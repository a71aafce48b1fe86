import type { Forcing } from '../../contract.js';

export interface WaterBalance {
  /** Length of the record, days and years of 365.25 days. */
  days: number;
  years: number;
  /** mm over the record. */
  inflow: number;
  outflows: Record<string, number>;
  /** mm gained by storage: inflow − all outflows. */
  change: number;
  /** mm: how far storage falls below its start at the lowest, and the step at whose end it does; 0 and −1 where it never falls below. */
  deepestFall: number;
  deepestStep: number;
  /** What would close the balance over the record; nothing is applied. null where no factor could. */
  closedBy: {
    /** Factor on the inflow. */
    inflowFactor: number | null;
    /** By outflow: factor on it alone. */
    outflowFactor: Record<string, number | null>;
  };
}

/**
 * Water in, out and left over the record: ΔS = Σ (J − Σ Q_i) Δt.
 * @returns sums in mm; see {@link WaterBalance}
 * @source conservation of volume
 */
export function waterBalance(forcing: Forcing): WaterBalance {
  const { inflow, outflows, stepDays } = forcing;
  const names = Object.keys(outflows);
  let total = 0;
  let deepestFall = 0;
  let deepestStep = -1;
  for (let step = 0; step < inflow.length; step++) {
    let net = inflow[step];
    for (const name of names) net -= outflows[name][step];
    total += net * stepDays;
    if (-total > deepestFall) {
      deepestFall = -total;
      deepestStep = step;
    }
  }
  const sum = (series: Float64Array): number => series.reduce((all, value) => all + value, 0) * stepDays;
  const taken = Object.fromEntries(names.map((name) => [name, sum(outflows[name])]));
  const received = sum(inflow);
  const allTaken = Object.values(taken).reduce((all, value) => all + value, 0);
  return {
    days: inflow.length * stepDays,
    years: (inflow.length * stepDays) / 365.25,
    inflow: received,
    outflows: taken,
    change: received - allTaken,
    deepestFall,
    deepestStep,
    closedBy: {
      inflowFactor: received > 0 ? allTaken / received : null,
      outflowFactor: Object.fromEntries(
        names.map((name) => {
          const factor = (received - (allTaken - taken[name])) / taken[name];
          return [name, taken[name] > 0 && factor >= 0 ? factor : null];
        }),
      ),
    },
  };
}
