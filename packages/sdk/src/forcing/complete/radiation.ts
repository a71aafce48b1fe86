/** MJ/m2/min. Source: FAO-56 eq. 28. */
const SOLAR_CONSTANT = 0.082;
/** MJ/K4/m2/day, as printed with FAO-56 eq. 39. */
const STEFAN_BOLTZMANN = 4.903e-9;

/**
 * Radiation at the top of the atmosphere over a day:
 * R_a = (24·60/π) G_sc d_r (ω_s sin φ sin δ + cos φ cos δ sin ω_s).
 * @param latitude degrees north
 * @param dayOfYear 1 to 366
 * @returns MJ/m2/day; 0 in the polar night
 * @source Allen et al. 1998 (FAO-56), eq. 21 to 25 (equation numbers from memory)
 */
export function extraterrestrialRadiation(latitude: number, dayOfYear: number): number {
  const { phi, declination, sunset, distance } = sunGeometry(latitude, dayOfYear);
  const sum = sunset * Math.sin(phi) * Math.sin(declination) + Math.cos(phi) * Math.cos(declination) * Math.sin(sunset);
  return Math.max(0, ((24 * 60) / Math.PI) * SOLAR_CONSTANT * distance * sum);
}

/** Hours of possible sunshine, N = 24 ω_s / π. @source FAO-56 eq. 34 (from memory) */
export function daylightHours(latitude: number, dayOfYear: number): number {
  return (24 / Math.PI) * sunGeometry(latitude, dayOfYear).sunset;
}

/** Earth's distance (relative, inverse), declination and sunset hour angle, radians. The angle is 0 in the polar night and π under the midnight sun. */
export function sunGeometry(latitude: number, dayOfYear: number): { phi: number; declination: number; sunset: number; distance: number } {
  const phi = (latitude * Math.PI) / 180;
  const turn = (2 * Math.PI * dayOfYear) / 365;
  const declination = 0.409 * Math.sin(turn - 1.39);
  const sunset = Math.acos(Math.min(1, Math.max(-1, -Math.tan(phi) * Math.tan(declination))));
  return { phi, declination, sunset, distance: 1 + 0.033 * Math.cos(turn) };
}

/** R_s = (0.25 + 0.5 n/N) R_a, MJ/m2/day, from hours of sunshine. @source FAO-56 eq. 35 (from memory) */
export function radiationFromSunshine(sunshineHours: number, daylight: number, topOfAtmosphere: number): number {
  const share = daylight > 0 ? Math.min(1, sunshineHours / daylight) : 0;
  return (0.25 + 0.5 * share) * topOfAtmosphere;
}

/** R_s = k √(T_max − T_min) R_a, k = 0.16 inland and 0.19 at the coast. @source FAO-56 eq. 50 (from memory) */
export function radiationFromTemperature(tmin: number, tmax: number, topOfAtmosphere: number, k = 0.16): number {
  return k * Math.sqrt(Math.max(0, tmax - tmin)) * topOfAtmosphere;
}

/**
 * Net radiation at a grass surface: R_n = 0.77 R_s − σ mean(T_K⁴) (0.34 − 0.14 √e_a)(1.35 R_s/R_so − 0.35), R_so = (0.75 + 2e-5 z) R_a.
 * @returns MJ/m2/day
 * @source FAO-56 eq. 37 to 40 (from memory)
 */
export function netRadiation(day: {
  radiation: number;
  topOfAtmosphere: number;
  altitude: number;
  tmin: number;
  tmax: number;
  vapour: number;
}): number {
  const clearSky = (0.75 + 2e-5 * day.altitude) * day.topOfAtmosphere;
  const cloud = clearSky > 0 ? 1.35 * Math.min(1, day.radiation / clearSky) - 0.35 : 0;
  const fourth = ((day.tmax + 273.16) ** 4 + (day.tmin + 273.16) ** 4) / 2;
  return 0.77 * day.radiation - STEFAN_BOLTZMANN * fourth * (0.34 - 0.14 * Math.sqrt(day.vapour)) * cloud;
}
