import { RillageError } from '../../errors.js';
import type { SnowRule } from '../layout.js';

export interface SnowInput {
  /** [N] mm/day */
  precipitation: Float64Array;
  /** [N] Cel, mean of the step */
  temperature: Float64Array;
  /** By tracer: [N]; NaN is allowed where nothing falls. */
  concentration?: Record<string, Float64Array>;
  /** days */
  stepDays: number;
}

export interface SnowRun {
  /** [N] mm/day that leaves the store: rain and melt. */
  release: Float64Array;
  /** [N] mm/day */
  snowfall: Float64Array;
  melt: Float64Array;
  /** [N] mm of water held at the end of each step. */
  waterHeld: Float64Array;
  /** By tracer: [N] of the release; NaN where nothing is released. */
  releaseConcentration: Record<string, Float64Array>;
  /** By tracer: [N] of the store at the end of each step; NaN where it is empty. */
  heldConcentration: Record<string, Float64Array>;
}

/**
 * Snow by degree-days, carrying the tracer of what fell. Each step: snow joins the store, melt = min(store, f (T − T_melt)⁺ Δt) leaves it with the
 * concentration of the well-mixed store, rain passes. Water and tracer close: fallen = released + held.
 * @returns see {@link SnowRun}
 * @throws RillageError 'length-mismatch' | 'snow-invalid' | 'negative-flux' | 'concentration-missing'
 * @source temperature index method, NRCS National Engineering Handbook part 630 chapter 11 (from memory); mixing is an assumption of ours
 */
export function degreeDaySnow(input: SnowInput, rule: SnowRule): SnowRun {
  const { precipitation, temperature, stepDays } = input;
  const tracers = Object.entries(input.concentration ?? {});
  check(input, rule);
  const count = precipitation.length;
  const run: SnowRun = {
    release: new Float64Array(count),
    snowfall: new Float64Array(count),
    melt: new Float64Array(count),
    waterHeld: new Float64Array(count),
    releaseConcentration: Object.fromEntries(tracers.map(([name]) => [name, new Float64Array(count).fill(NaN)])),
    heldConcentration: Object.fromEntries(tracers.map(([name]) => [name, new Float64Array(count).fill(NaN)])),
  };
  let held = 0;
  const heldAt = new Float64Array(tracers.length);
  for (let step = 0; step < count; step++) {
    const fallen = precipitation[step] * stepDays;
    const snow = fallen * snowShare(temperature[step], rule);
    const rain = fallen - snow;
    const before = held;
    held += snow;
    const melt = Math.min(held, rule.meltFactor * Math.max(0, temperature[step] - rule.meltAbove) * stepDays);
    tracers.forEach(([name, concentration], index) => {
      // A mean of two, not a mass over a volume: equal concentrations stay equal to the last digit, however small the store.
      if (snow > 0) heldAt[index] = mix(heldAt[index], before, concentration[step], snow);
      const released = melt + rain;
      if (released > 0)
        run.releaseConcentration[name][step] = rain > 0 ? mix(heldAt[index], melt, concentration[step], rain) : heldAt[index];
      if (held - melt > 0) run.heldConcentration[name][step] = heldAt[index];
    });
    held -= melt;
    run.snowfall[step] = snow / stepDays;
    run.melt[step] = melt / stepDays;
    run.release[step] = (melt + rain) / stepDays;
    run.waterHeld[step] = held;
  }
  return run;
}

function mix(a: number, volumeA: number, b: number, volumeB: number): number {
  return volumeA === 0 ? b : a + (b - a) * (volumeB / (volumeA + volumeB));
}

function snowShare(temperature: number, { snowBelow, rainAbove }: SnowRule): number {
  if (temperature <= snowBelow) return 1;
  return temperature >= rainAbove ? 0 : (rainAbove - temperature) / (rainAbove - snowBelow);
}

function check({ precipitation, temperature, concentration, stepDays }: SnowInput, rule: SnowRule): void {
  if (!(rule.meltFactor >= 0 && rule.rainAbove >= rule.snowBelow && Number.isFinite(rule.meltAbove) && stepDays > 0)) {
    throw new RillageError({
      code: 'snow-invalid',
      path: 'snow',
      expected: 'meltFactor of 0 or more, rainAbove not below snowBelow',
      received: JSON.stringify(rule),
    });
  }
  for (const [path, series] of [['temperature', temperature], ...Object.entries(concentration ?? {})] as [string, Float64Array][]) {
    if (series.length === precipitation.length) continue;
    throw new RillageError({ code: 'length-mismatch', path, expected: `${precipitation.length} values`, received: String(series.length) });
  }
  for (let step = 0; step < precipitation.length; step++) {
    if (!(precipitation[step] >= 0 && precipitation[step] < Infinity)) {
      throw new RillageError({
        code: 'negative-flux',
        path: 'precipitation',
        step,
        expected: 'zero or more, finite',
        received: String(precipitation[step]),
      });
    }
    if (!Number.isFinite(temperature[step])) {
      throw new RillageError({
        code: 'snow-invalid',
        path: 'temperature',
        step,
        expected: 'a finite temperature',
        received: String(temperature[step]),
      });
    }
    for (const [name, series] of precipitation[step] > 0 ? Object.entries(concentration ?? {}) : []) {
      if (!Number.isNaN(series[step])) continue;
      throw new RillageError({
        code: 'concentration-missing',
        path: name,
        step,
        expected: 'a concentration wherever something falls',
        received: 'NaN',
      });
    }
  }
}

→ **Task requirements**
Look over the material and return every line where the word "distance" is found.

→ **Answer to this problem**
  const { phi, declination, sunset, distance } = sunGeometry(latitude, dayOfYear);
  return Math.max(0, ((24 * 60) / Math.PI) * SOLAR_CONSTANT * distance * sum);
/** Earth's distance (relative, inverse), declination and sunset hour angle, radians. The angle is 0 in the polar night and π under the midnight sun. */
export function sunGeometry(latitude: number, dayOfYear: number): { phi: number; declination: number; sunset: number; distance: number } {
  return { phi, declination, sunset, distance: 1 + 0.033 * Math.cos(turn) };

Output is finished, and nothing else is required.